Heavy metal is popular in China, yet many of the country’s big names are unknowns beyond their native land. Tang Dynasty, for example, have been at the forefront of the Chinese metal scene since 1992, yet to most DiS readers their name will be unfamiliar. Overload are a thrash band who were featured in Wire in 1995; again, their name will be new to most outside of China. Of them, Wire writer Steven Schwankert penned:

“The band plays like they're on fire - literally. Halfway through their first song, an amplifier at stage-right ignites and burns until technicians beat it out. Guitars and vocals cut out at various points as wires come loose, but the show goes on. At the end of the set, a 50-year-old man standing in front of the stage joined Overload's fans in a chorus of ‘one more!’”

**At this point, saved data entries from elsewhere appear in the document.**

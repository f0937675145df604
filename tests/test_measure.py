"""Beam figures: plane moments, emittance, landings and loss counts; which crossings of a plane
count, and the summary and a scan row agreeing on the same rays."""

import dataclasses
import math
import warnings

import numpy as np
import pytest
from scipy import constants

from tracer.sources import momentum
from tracer.species import species
from tracer.beam import trace
from tracer.measure import (PLANE_COLUMNS, CrossingRule, columns, landing_stats, landings, loss_reasons,
                            plane_stats, row)
from tracer.report import format_summary
from tracer.stats import containing_diameter, rms_emittance

from test_trace import plates

# the record fields of the result (docs/reference.md), with the weight column the sources provide
RECORD = np.dtype([("ray", np.int64), ("status", "U8"), ("electrode", "U8"), ("time_s", float),
                   ("x_m", float), ("y_m", float), ("z_m", float),
                   ("px", float), ("py", float), ("pz", float),
                   ("energy_eV", float), ("ledger_eV", float), ("weight_A", float)])

PROTON = species("p+")


def rows_from(x, y, xs, ys, energy_eV, sp=PROTON, time_s=0.0):
    """Records of rays at positions (x, y) with slopes (xs, ys) and kinetic energies."""
    n = len(x)
    out = np.zeros(n, dtype=RECORD)
    out["ray"] = np.arange(n)
    out["status"] = "plane"
    out["x_m"], out["y_m"] = x, y
    p = momentum(np.broadcast_to(energy_eV, (n,)), sp.mass_kg)
    norm = np.sqrt(1 + xs ** 2 + ys ** 2)
    out["px"], out["py"], out["pz"] = p * xs / norm, p * ys / norm, p / norm
    out["energy_eV"] = energy_eV
    out["time_s"] = time_s
    return out


def started(n, weight_A=0.0):
    """Records of n rays started (ray 0 .. n-1), each carrying ``weight_A``."""
    out = np.zeros(n, dtype=RECORD)
    out["ray"] = np.arange(n)
    out["weight_A"] = weight_A
    return out


def test_focused_beam_has_zero_emittance():
    # Lapostolle 1971 / Sacherer 1971 rms emittance: slopes x' = x/f are fully correlated
    # with x, so sqrt(<x^2><x'^2> - <x x'>^2) vanishes (to rounding).
    rng = np.random.default_rng(1)
    x, y = rng.normal(0, 1e-3, (2, 10_000))
    f = 0.2
    s = plane_stats(rows_from(x, y, -x / f, -y / f, 1000.0), PROTON, started(10_000))
    assert s.emittance_x_m_rad < 1e-12 * s.rms_x_m * s.rms_divergence_x_rad
    assert s.emittance_y_m_rad < 1e-12 * s.rms_y_m * s.rms_divergence_y_rad
    assert s.rms_divergence_x_rad == pytest.approx(s.rms_x_m / f, rel=1e-12, abs=0)


def test_uncorrelated_beam_emittance_is_product_of_rms():
    # Lapostolle 1971 / Sacherer 1971: independent x and x' give eps = sigma_x sigma_x';
    # the correlation term <x x'>^2 has relative size ~ 1/N, the sigmas standard errors
    # 1/sqrt(2N) each, so the product within 5 * 1/sqrt(N) (N = 40,000: 2.5 %).
    rng = np.random.default_rng(2)
    n = 40_000
    x, y = rng.normal(0, 2e-3, (2, n))
    xs, ys = rng.normal(0, 1e-3, (2, n))
    s = plane_stats(rows_from(x, y, xs, ys, 500.0), PROTON, started(n))
    assert s.emittance_x_m_rad == pytest.approx(2e-3 * 1e-3, rel=5 / math.sqrt(n))
    assert s.emittance_y_m_rad == pytest.approx(2e-3 * 1e-3, rel=5 / math.sqrt(n))
    # and exactly the determinant of the sample moments, whatever the centroid
    assert rms_emittance(x + 1.0, xs + 0.5) == pytest.approx(
        math.sqrt(np.var(x) * np.var(xs) - np.cov(x, xs, bias=True)[0, 1] ** 2), rel=1e-9, abs=0)


@pytest.mark.parametrize("name, energy_eV", [("e-", 100e3), ("p+", 10e6)])
def test_normalized_emittance_factor(name, energy_eV):
    # special relativity (common practice; scipy.constants): gamma = 1 + K/(m c^2),
    # beta gamma = sqrt(gamma^2 - 1)
    sp = species(name)
    gamma = 1 + energy_eV * constants.e / (sp.mass_kg * constants.c ** 2)
    rng = np.random.default_rng(3)
    x, y, xs, ys = rng.normal(0, 1e-3, (4, 1000))
    s = plane_stats(rows_from(x, y, xs, ys, energy_eV, sp), sp, started(1000))
    assert s.beta_gamma == pytest.approx(math.sqrt(gamma ** 2 - 1), rel=1e-12, abs=0)
    assert s.norm_emittance_x_m_rad == pytest.approx(s.beta_gamma * s.emittance_x_m_rad, rel=1e-15, abs=0)
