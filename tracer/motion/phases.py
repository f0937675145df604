"""The phases of the lane loop (:func:`tracer.motion.lanes.trace_lanes`), each a small kernel.

One round of the loop runs, over all ``LANES`` lanes of a thread:

1. :func:`start_lanes` — idle lanes take the next rays (the start cell, first rate and ledger);
2. :func:`choose_steps` — each lane chooses its step: the controller's proposal, cut to the
   path, the time limit, the next waveform corner and the predicted cell wall;
3. :func:`tracer.motion.stepper.lane_step` — all the steps at once (the hot, inlined SIMD path);
4. :func:`check_steps` — each lane's error test, then the cell its step ends in and the one it
   is entering (whose polynomial it loads);
5. :func:`tracer.motion.stepper.lane_next_rates` — the rates in the cells ahead, all at once;
6. :func:`settle_steps` — each lane enters the next cell or cuts its step back to the wall
   (:func:`wall_verdict`), looks for events on the accepted step (:func:`find_events`), and then
   either moves on (:func:`advance`: the ledger, the waveform corner, the controller, the path)
   or ends its ray at the event (:func:`end_at_event`);
7. :func:`hand_in` — lanes whose ray has ended write its results.

The data travel as the named bundles of :mod:`tracer.motion.bundles` (:class:`Scene`,
:class:`Limits`, :class:`Out`, :class:`Lanes`, :class:`Tally`, :class:`Books`, :class:`Trial`,
:class:`Scratch`), the steps themselves in the stepper's lane workspace ``w``. Only the field
evaluations of the steps are inlined into the loop; the phases are ordinary kernels, so each
compiles once on its own.
"""

import math

import numpy as np
from numba import njit
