"""Read a setup from TOML into the frozen dataclasses of :mod:`tracer.schema`.

The schema is that of the user's guide (docs/reference.md). Every key that
carries a unit says so in its suffix; inside, everything is SI (mm -> m,
deg -> rad, us/ns -> s). All checks happen here, before any work: every
problem raises a :class:`ConfigError` whose text is ``"<key path>: <message>"``
and names the bad value, e.g.
``electrode[2].rect[0].r_mm: inner radius 7.0 exceeds outer 6.0`` (indices
count from 0, in file order).

The second coordinate of shapes and of a beam's start follows the domain:
``r_mm`` when the domain gives ``r_mm`` (axial, or planar above a mirror plane
y = 0), ``y_mm`` when a planar domain gives ``y_mm = [lower, upper]``.

Keys (defaults in brackets; "r" stands for "y" in a domain with y_mm)::

    title                               [""]
    author                              [""; then $TRACER_AUTHOR, then the login name] the
                                        openPMD ``author`` of the files a run writes
    [domain]     symmetry "axial"|"planar", z_mm [a, b], r_mm R or y_mm [a, b], cell_mm,
                 edges "ground"|"open" or {z_min, z_max, r_max | y_min, y_max} ["ground"]
    [[electrode]] name, voltage_V, and one or more of
                 [[electrode.rect]] z_mm, r_mm;  [[electrode.polygon]] points_mm [[z, r], ...];
                 [[electrode.arc]] center_z_mm, radii_mm, angles_deg (polar angle from +z, 0..180;
                 in a planar domain with y_mm: center_y_mm [0] and any range up to a full turn,
                 -360..360, towards +y);
                 a voltage that changes in time (docs/time-dependent-voltages.md): voltage_V [0] is
                 the DC part of [[electrode.pulse]] high_V, low_V [0], delay_ns|us, rise_ns|us [0],
                 width_ns|us [on for ever], fall_ns|us [0], period_ns|us, count [1];
                 [[electrode.sine]] amplitude_V, frequency_MHz|kHz, phase_deg [0];
                 [electrode.table] file (columns time_ns|time_us|time_s, voltage_V)
    [[beam]]     name, species (or mass_u + charge_e), energy_eV, start_z_mm,
                 energy_sigma_eV or energy_fwhm_eV [0] (a normal spread), temperature_K,
                 count [100], seed [0], start_r_mm [0], profile "uniform"|"gaussian" with
                 radius_mm [0] (uniform) or sigma_mm (gaussian: of x and of y), angles
                 "uniform"|"gaussian"|"cosine" with half_angle_deg [0; 90 for cosine] (0..90;
                 uniform, cosine) or sigma_angle_deg (gaussian), current_A;
                 or rays_csv (a file of start rays) in place of the distribution keys;
                 start_time_ns|us [0], start_spread_ns|us [0], start_times "uniform"|"gaussian" (FWHM)
    [[plane]]    name, z_mm, r_mm [0], angle_deg [90] (the plane's line through (z, r), from +z
                 towards +r, -180..180; 90 is z = const), stop [false],
                 direction "any"|"forward"|"backward" ["any"], crossing "first"|"last"|"all"|N
                 (from 1) ["first"]
    [trace]      max_time_us or max_time_ns [100 us] (each ray's, from its start), rtol [1e-9],
                 ledger_threshold [1e-6], keep_paths [50], time_zero_ns|us [the earliest pulse's
                 start, else each ray's own start] (arrival times and the resolving power count
                 from it)
    [scan]       <electrode> = [from_V, to_V, count], "<electrode>.pulse[i].<key>" = [from, to, count]
                 (a waveform parameter in its key's unit; also .sine[i]), ...;  or csv = "sets.csv"
                 (<electrode>_V columns, and waveform parameters named as the keys)
    [tune]       vary = {<electrode> = [lo_V, hi_V], "<electrode>.pulse[i].<key>" = [lo, hi], ...}, goal = "smallest_spot" | "most_transmitted"
                 | {landing_energy_eV = E} | {focus_z_mm = z}, at (a plane), seed [0]
    [gun]        cathode, emission "space_charge"|"thermionic", rays [200], temperature_K and
                 work_function_eV (thermionic), schottky [false], relaxation [0.3],
                 max_iterations [50], tolerance [1e-3], species ["e-"]
    [optics]     species, energy_eV, object_z_mm [at infinity], start_z_mm [the first beam's start]
    [grid_error] grids 1|2|3 [2], third "coarse"|"fine" ["coarse"], safety [Roache's: 3, or 1.25
                 with an order confirmed], rays [256], warn_fraction [0.01], scan_rows [false]
"""

from __future__ import annotations

import csv
import dataclasses
import datetime
import difflib
import json
import math
import os
import pathlib
import re
import sys
import tomllib
import warnings
from dataclasses import dataclass

from scipy import constants

from tracer import footprint
from tracer.bounds import BOUNDS, bound_of
from tracer.geometry import overlapping_electrodes, sector_bbox, shape_table
from tracer.measure import columns
from tracer.schema import (CROSSINGS, NAME, NAME_LENGTH, TITLE_LENGTH, DIRECTIONS, GRIDS, START_TIMES, THIRD_GRIDS, Arc, Beam, ConfigError, Domain,
                           Electrode, GridErrorSpec, GunSpec, MagneticSpec, OpticsSpec, Plane, Polygon, Rect, ScanSpec,
                           Setup, TraceOptions, TuneSpec, Z_PLANE_RAD, scan_unit)
from tracer.species import custom_species, species
from tracer.waveforms import Pulse, Sinusoid, Waveform, WaveformError, read_table

__all__ = ["Arc", "Beam", "ConfigError", "Domain", "Electrode", "GunSpec", "OpticsSpec", "Plane", "Polygon",
           "Rect", "ScanSpec", "Setup", "TraceOptions", "TuneSpec", "load", "loads"]

_MM_PER_M = round(1 / constants.milli)   # conversions divide, so 52 mm -> 0.052 m exactly rounded
_DEG = constants.degree
_PER_S = {"max_time_us": round(1 / constants.micro), "max_time_ns": round(1 / constants.nano)}

_MAX_CELLS = 1e9             # per side, so that node counts stay finite numbers
_INT64_MAX = 2**63 - 1
_BARE_KEY = re.compile(r"[A-Za-z0-9_\-]+")
_REQUIRED = object()

_TOP = ("title", "author", "domain", "electrode", "beam", "plane", "trace", "scan", "tune", "gun", "optics", "grid_error",
        "coil", "axial_field", "uniform_field")


# ---------------------------------------------------------------- entry points


def load(path: str | os.PathLike) -> Setup:
    """Read a setup from a TOML file.

    Parameters
    ----------
    path : str or os.PathLike
        The config file; relative paths inside it are taken from its folder.

    Returns
    -------
    Setup

    Raises
    ------
    ConfigError
        For an unreadable file or any bad entry.
    """
    source = pathlib.Path(path).resolve()
    try:
        text = source.read_bytes().decode("utf-8")
    except OSError as error:
        raise ConfigError(str(path), f"cannot read the file: {error.strerror or error}") from None
    except UnicodeDecodeError as error:
        raise ConfigError(str(path), f"not UTF-8 text (byte {error.start})") from None
    return loads(text, source=source)


def loads(text: str, source: str | os.PathLike | None = None) -> Setup:
    """Read a setup from TOML text.

    Parameters
    ----------
    text : str
        The TOML document.
    source : str, os.PathLike or None
        The file it came from; relative paths are taken from its folder (else the current folder).

    Returns
    -------
    Setup

    Raises
    ------
    ConfigError
        For a TOML syntax error (key ``"line L, column C"``) or any bad entry.
    """
    source = None if source is None else pathlib.Path(source)
    try:
        data = tomllib.loads(text)
    except tomllib.TOMLDecodeError as error:
        raise _syntax_error(str(error), text) from None
    except RecursionError:
        raise ConfigError("document", "nested too deeply to read") from None
    except ValueError as error:   # an integer longer than Python reads (sys.get_int_max_str_digits)
        raise _long_integer(text) or error from None
    return _setup(data, source)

Sounds brilliant. But it’s brilliantly obscure, still, and the above few are but a skimming of the surface, a cursory take on the multi-faceted musical market of the Far East. Which brings us to our DiScussion question, again: why?

Do Korean acts – and those popular in China (where punk-rock is fighting back following the closure of many bars several years ago), Singapore (which has a burgeoning urban scene), Thailand (which has an expanding indie-rock scene), et cetera – care about crossing over into western markets? Do consumers here want to hear music from so very far away, both culturally and geographically speaking? Is piracy in the Far East so bad that labels simply aren’t bothered about traditional formats anymore, preferring to put their artists onto televised talent shows? (Look at Morning Musume’s success through the TV show Asayan.)

What bands/acts in the Far East could benefit from exposure in the UK and the US? Are there great bands that Britain is missing out on, simply because of a few boundaries? Why have so few acts – even from Japan – made it into the west, and what do we actually know about the market of China and its surrounding countries?